### EXTRACTED DATA ###

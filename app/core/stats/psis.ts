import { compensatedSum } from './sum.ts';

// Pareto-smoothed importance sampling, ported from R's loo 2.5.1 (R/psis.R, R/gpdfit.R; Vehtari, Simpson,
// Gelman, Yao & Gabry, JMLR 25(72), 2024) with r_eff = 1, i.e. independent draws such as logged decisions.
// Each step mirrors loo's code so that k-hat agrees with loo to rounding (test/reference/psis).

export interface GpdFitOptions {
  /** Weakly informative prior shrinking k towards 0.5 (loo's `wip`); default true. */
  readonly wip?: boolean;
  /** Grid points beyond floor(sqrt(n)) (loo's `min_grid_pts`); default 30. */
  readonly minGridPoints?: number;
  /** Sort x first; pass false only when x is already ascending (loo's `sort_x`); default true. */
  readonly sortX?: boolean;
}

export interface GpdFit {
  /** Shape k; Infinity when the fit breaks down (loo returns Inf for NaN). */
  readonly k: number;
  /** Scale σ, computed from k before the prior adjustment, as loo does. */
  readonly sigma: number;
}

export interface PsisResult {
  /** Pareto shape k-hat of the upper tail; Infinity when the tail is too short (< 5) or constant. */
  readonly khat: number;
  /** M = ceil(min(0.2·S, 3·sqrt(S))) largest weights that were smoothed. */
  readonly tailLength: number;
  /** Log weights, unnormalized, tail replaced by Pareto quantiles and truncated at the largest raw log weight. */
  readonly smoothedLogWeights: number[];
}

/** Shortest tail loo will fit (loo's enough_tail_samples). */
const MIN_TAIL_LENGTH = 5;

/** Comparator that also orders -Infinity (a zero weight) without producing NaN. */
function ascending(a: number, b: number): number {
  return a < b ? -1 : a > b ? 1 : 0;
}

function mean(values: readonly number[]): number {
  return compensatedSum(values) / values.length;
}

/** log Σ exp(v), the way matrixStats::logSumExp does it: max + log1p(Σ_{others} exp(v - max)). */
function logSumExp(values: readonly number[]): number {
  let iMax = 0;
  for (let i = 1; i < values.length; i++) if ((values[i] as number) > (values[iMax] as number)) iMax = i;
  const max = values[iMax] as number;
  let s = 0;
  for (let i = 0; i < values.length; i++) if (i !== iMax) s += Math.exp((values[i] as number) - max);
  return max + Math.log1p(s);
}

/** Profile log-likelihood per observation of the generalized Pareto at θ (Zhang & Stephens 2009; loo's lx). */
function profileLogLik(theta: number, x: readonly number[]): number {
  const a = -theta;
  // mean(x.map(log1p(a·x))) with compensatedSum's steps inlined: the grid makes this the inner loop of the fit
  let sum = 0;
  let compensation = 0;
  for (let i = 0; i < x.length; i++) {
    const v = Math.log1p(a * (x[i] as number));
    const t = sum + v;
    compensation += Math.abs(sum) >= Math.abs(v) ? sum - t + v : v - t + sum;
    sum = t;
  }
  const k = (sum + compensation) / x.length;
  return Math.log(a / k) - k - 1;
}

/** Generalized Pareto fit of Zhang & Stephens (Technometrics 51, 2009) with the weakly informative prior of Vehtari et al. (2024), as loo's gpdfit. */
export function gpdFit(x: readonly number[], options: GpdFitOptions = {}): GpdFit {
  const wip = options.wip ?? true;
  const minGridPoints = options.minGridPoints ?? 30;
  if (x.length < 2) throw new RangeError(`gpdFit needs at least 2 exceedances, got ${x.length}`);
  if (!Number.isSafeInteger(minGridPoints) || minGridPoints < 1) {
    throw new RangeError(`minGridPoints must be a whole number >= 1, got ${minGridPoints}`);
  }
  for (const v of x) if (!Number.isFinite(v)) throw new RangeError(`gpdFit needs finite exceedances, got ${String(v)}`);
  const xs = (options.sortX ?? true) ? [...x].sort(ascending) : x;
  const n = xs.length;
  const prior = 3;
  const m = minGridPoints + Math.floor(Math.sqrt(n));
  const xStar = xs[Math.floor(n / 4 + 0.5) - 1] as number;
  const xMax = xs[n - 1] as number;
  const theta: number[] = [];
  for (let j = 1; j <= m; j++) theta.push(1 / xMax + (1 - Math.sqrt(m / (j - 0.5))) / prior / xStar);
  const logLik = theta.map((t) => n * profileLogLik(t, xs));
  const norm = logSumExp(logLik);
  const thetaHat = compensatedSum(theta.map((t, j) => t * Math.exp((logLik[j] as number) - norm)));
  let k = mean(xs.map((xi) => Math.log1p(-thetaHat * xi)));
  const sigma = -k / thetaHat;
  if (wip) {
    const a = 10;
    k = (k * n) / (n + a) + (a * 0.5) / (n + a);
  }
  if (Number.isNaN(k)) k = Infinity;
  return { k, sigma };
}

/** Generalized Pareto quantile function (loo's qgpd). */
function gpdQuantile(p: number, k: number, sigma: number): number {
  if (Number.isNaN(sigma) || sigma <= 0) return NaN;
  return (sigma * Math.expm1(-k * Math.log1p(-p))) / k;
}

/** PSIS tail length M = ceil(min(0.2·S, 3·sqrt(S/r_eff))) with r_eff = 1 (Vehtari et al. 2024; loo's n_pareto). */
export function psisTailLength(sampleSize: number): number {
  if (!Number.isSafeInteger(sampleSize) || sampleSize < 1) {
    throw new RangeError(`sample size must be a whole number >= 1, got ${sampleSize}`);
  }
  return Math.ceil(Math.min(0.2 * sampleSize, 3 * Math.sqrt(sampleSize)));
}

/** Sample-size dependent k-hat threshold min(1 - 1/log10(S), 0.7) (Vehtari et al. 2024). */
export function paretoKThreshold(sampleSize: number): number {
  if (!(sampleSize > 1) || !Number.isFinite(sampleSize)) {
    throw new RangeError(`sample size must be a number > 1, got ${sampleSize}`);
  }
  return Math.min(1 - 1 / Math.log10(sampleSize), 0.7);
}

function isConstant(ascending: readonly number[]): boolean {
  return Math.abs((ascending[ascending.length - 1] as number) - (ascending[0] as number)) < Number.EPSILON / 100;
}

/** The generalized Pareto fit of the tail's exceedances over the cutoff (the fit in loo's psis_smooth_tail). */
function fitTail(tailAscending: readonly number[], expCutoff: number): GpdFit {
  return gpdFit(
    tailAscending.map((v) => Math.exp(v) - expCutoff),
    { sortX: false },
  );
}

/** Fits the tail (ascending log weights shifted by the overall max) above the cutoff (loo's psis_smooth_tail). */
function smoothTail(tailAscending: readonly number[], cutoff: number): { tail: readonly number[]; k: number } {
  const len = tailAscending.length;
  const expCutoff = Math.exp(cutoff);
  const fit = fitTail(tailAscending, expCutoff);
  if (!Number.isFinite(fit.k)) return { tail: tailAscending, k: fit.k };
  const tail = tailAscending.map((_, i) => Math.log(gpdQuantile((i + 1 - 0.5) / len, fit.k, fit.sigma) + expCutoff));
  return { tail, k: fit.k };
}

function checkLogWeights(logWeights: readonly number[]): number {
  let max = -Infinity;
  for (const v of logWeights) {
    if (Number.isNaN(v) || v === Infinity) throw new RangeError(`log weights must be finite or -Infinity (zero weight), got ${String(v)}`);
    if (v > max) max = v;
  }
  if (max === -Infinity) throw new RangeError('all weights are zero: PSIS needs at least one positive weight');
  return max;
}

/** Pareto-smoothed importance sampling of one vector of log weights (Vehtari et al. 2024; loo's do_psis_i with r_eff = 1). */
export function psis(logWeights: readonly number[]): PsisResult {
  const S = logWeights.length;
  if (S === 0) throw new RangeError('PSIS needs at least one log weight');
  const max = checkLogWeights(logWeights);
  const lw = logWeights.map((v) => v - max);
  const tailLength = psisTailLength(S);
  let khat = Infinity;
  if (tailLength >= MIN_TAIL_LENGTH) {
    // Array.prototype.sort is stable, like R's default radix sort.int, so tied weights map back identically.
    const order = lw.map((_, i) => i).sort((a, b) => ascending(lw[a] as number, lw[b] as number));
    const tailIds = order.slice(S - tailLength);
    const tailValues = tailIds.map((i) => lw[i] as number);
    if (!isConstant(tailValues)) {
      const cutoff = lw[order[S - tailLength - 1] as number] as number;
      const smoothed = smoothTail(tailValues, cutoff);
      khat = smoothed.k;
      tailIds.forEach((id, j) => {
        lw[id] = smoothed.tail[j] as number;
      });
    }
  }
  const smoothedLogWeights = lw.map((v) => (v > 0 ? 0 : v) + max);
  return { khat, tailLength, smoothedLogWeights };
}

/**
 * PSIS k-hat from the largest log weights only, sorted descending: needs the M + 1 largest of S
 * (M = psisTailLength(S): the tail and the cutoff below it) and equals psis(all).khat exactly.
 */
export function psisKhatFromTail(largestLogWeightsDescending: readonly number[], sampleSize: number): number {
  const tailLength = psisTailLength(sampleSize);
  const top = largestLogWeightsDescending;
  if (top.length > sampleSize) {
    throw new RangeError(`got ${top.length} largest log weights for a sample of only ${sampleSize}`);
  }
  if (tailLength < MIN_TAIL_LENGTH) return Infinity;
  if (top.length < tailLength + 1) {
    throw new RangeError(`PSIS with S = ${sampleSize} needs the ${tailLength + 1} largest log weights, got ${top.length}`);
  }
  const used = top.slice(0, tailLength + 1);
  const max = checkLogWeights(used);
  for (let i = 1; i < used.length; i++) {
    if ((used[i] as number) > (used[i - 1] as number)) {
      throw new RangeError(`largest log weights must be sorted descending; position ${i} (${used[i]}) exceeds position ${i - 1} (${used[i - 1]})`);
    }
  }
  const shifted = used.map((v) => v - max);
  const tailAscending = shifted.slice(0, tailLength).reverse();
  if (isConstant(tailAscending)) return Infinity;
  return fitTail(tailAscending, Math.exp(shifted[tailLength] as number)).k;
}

###

All that belongs in the answer is the run of lines above from the line containing "const xs = (options.sortX" through the line containing "const theta: number[] = [];", exactly as written.

  const xs = (options.sortX ?? true) ? [...x].sort(ascending) : x;
  const n = xs.length;
  const prior = 3;
  const m = minGridPoints + Math.floor(Math.sqrt(n));
  const xStar = xs[Math.floor(n / 4 + 0.5) - 1] as number;
  const xMax = xs[n - 1] as number;
  const theta: number[] = [];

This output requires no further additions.